Stanley McChrystal bids farewell to army life

Gen. Stanley McChrystal ended his 34-year career as an Army officer Friday in an emotional retirement ceremony at his military headquarters in Washington, D.C., marking the last chapter of his swift and stunning fall from grace.

Before a crowd of a few hundred friends, family and colleagues on the Fort McNair parade grounds under an oppressively hot July sun, McChrystal said his service didn’t end as he hoped. But he regretted few decisions he had made on the battlefield, cherished his life as a soldier and was optimistic about his future, he said.

I trusted and I still trust,” McChrystal said. “I cared and I still care. I wouldn’t have it any other way.”

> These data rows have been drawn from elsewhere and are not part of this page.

import { type KeyboardEvent, type PointerEvent, useRef } from 'react';
import type { Axis } from '../../shared/contracts/output';
import { displayUnit } from '../lib/format-number';
import { type Span, shiftInside } from './axis-geometry';
import { formatPosition } from './format-tick';
import type { PlotRect } from './PlotAxes';
import type { Brush } from './types';

export interface BrushHandlesProps {
  brush: Brush;
  axis: Axis;
  full: Span;
  view: Span;
  rect: PlotRect;
  /** Axis position under a pointer. */
  toAxis(event: PointerEvent): number;
}

type Part = 'lo' | 'hi' | 'both';

/** Half the width of what can be grabbed, in CSS pixels. */
const GRAB_PX = 6;

const KEY_BINS: Record<string, number> = {
  ArrowLeft: -1,
  ArrowDown: -1,
  ArrowRight: 1,
  ArrowUp: 1,
  PageDown: -10,
  PageUp: 10,
};

/** The window with one part moved: the edges never cross, the whole keeps its width, nothing leaves the axis. */
export function moveWindow(window: Span, part: Part, by: number, full: Span, least: number): Span {
  if (part === 'both') return shiftInside(window, by, full);
  if (part === 'lo') return [Math.min(window[1] - least, Math.max(full[0], window[0] + by)), window[1]];
  return [window[0], Math.max(window[0] + least, Math.min(full[1], window[1] + by))];
}

/** Two edges and the span between them, each a slider: drag, or arrow keys by one bin (Shift or Page keys by ten). */
export function BrushHandles({ brush, axis, full, view, rect, toAxis }: BrushHandlesProps) {
  const grabbed = useRef<{ at: number; window: Span } | null>(null);
  const name = brush.label ?? 'window';
  const bin = Math.abs(axis.step || 1);
  const window: Span = [brush.lo, brush.hi];
  const left = (at: number): number =>
    rect.left + ((Math.min(view[1], Math.max(view[0], at)) - view[0]) / (view[1] - view[0])) * rect.width;
  const say = (at: number): string => `${formatPosition(at, bin / 10)} ${displayUnit(axis.unit)}`;
  const set = (next: Span): void => {
    if (next[0] !== brush.lo || next[1] !== brush.hi) brush.onChange(next[0], next[1]);
  };
  const gestures = (part: Part) => ({
    onPointerDown: (event: PointerEvent) => {
      if (event.button !== 0) return;
      event.stopPropagation();
      event.currentTarget.setPointerCapture(event.pointerId);
      grabbed.current = { at: toAxis(event), window };
    },
    onPointerMove: (event: PointerEvent) => {
      const from = grabbed.current;
      if (from !== null) set(moveWindow(from.window, part, toAxis(event) - from.at, full, bin));
    },
    onPointerUp: () => {
      grabbed.current = null;
    },
    onDoubleClick: (event: { stopPropagation(): void }) => event.stopPropagation(),
    onKeyDown: (event: KeyboardEvent) => {
      const bins = KEY_BINS[event.key];
      if (bins === undefined) return;
      event.preventDefault();
      event.stopPropagation();
      set(moveWindow(window, part, bins * bin * (event.shiftKey ? 10 : 1), full, bin));
    },
  });
  const slider = (part: Part, label: string, at: number, text: string) => ({
    role: 'slider',
    tabIndex: 0,
    'aria-label': `${name}, ${label}`,
    'aria-valuemin': full[0],
    'aria-valuemax': full[1],
    'aria-valuenow': at,
    'aria-valuetext': text,
    'data-brush': part,
    ...gestures(part),
  });
  const [x0, x1] = [left(brush.lo), left(brush.hi)];
  const box = { top: rect.top, height: rect.height };
  const whole = `${say(brush.lo)} to ${say(brush.hi)}`;
  return (
    <>
      <div
        {...slider('both', 'centre', (brush.lo + brush.hi) / 2, whole)}
        className="absolute cursor-grab touch-none active:cursor-grabbing"
        style={{ ...box, left: x0, width: Math.max(1, x1 - x0) }}
      />
      {(['lo', 'hi'] as const).map((part) => {
        const at = brush[part];
        // An edge outside the zoomed view has nothing to grab.
        if (at < view[0] || at > view[1]) return null;
        return (
          <div
            key={part}
            {...slider(part, part === 'lo' ? 'start' : 'end', at, say(at))}
            className="absolute cursor-ew-resize touch-none"
            style={{ ...box, left: left(at) - GRAB_PX, width: 2 * GRAB_PX }}
          />
        );
      })}
    </>
  );
}
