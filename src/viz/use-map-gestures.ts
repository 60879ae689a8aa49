import { type KeyboardEvent, type PointerEvent, type RefObject, useRef, useState } from 'react';
import { readMapKey } from './map-keys';
import { isInside, pixelToPoint } from './map-layout';
import { type Bin, binOf, centreOf, moveBin, regionBetween } from './map-region';
import { describePoint } from './map-values';
import type { PlotRect } from './PlotAxes';
import type { HeatMapProps, PlotPoint, PlotRegion } from './types';
import type { MapViewControl } from './use-map-view';

/** A press that moves less than this is a click. */
const CLICK_PX = 4;

interface Drag {
  startX: number;
  startY: number;
  lastX: number;
  lastY: number;
  moved: boolean;
  /** Corner of the region being drawn; null while panning. */
  from: Bin | null;
}

export interface MapGestures {
  cursor: PlotPoint | null;
  draft: PlotRegion | null;
  announcement: string;
  handlers: {
    onPointerMove(event: PointerEvent): void;
    onPointerDown(event: PointerEvent): void;
    onPointerUp(event: PointerEvent): void;
    onPointerLeave(): void;
    onDoubleClick(): void;
    onKeyDown(event: KeyboardEvent): void;
  };
}

/** Cursor of the map: the parent's when it links several maps, else its own. Snaps to the centre of a bin. */
function useCursor({ map, crosshair, onCrosshair }: HeatMapProps) {
  const [own, setOwn] = useState<PlotPoint | null>(null);
  const cursor = crosshair === undefined ? own : crosshair;
  const move = (bin: Bin | null): void => {
    const next = bin === null ? null : centreOf(map, bin);
    if (next?.x === cursor?.x && next?.y === cursor?.y) return;
    setOwn(next);
    onCrosshair?.(next);
  };
  return { cursor, move };
}

/** Hover reads, click picks, drag pans (or draws with a tool), arrows move, Enter picks (or sets a corner). */
export function useMapGestures(
  props: HeatMapProps,
  host: RefObject<HTMLElement | null>,
  rect: PlotRect,
  control: MapViewControl,
): MapGestures {
  const { map, tool, onPick } = props;
  const { cursor, move } = useCursor(props);
  const [corner, setCorner] = useState<Bin | null>(null);
  const [draft, setDraft] = useState<PlotRegion | null>(null);
  const [announcement, setAnnouncement] = useState('');
  const drag = useRef<Drag | null>(null);

  const locate = (event: PointerEvent): { px: number; py: number } => {
    const bounds = host.current?.getBoundingClientRect();
    return { px: event.clientX - (bounds?.left ?? 0), py: event.clientY - (bounds?.top ?? 0) };
  };
  const binUnder = (px: number, py: number): Bin => binOf(map, pixelToPoint(control.view, rect, px, py));
  const clearRegion = (): void => {
    setCorner(null);
    setDraft(null);
  };
  const finishRegion = (from: Bin, to: Bin): void => {
    clearRegion();
    tool?.onRegion(regionBetween(map, from, to));
  };

  const onDrag = (active: Drag, px: number, py: number): void => {
    active.moved ||= Math.hypot(px - active.startX, py - active.startY) >= CLICK_PX;
    if (!active.moved) return;
    if (active.from !== null) setDraft(regionBetween(map, active.from, binUnder(px, py)));
    else {
      const { view } = control;
      const dx = ((active.lastX - px) / rect.width) * (view.x[1] - view.x[0]);
      const dy = ((py - active.lastY) / rect.height) * (view.y[1] - view.y[0]);
      control.panBy(dx, dy);
    }
    active.lastX = px;
    active.lastY = py;
  };
  const act = (): void => {
    if (cursor === null) return;
    const bin = binOf(map, cursor);
    if (!tool) onPick?.(bin.ix, bin.iy);
    else if (corner === null) {
      setCorner(bin);
      setDraft(regionBetween(map, bin, bin));
      setAnnouncement(`First corner of ${tool.label} set. Move and press Enter for the second.`);
    } else finishRegion(corner, bin);
  };

  return {
    cursor,
    draft: tool ? draft : null,
    announcement,
    handlers: {
      onPointerMove: (event) => {
        const { px, py } = locate(event);
        if (drag.current !== null) onDrag(drag.current, px, py);
        move(isInside(rect, px, py) ? binUnder(px, py) : null);
      },
      onPointerDown: (event) => {
        const { px, py } = locate(event);
        if (event.button !== 0 || !isInside(rect, px, py)) return;
        event.currentTarget.setPointerCapture(event.pointerId);
        const from = tool ? binUnder(px, py) : null;
        drag.current = { startX: px, startY: py, lastX: px, lastY: py, moved: false, from };
      },
      onPointerUp: (event) => {
        const active = drag.current;
        drag.current = null;
        if (active === null) return;
        const { px, py } = locate(event);
        const bin = binUnder(px, py);
        if (active.from !== null) finishRegion(active.from, bin);
        else if (!active.moved) onPick?.(bin.ix, bin.iy);
      },
      onPointerLeave: () => {
        if (drag.current === null) move(null);
      },
      onDoubleClick: control.reset,
      onKeyDown: (event) => {
        const action =
          event.ctrlKey || event.metaKey || event.altKey ? null : readMapKey(event.key, event.shiftKey);
        if (action === null) return;
        // Escape with nothing to leave belongs to what is around the map.
        if (action.kind === 'leave' && cursor === null && corner === null) return;
        event.preventDefault();
        event.stopPropagation();
        if (action.kind === 'move') {
          const bin = moveBin(map, cursor, action.dx, action.dy);
          move(bin);
          if (corner !== null) setDraft(regionBetween(map, corner, bin));
          setAnnouncement(describePoint(map, centreOf(map, bin)) ?? '');
        } else if (action.kind === 'act') act();
        else if (action.kind === 'reset') control.reset();
        else if (action.kind === 'leave') {
          clearRegion();
          move(null);
        } else {
          const { view } = control;
          const middle = { x: (view.x[0] + view.x[1]) / 2, y: (view.y[0] + view.y[1]) / 2 };
          control.zoomAbout(cursor ?? middle, action.factor);
        }
      },
    },
  };
}
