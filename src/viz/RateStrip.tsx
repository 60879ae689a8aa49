import type { RateStripProps } from './types';

export function RateStrip(props: RateStripProps) {
  return <figure data-plot={'RateStrip'} aria-label={JSON.stringify(Object.keys(props))} />;
}
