/**
 * The one door to zod. Its compiled parsers use `Function`, which the content security policy forbids, so the
 * interpreter is chosen before any schema is made.
 */
import { z } from 'zod';

z.config({ jitless: true });

export { z };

The former commander of U.S. forces in Afghanistan was fired last month after Rolling Stone magazine published an article titled “The Runaway General” that quoted scathing remarks he and his aides made about their civilian bosses…

Shortly after the article was published, McChrystal was sent packing…

McChrystal also sounded a more serious note, when he talked about the pain of leaving behind unfulfilled commitments in Afghanistan and watching colleagues ensnared in the scandal…

Still, he said he was approaching the future with optimism…

Soldiers attending the ceremony were allowed to forgo their formal dress uniforms in lieu of combat fatigues — an apparent tribute to a war commander fresh from battle and whose career was marked by more secret operations to snatch terror suspects than by pomp and circumstance.

Wearing his own Army combat uniform for the last time, the four-star general received full military honors, including a 17-gun salute and flag formations by the Army’s Old Guard.

RTFA. A modicum of interest and insight.

As much as I support the precedence of civilian control over the military, Stan McChrystal will be missed in this household. As much of my life as I spent afoot, in the field and in political war zones opposing the imperial uses of American military might – I will miss a good soldier who understood 4th Generation warfare and the commitment to civilian needs required by that understanding.

I haven’t saluted a general since the days of Omar Bradley and Georgii Zhukov. I salute Stanley McChrystal.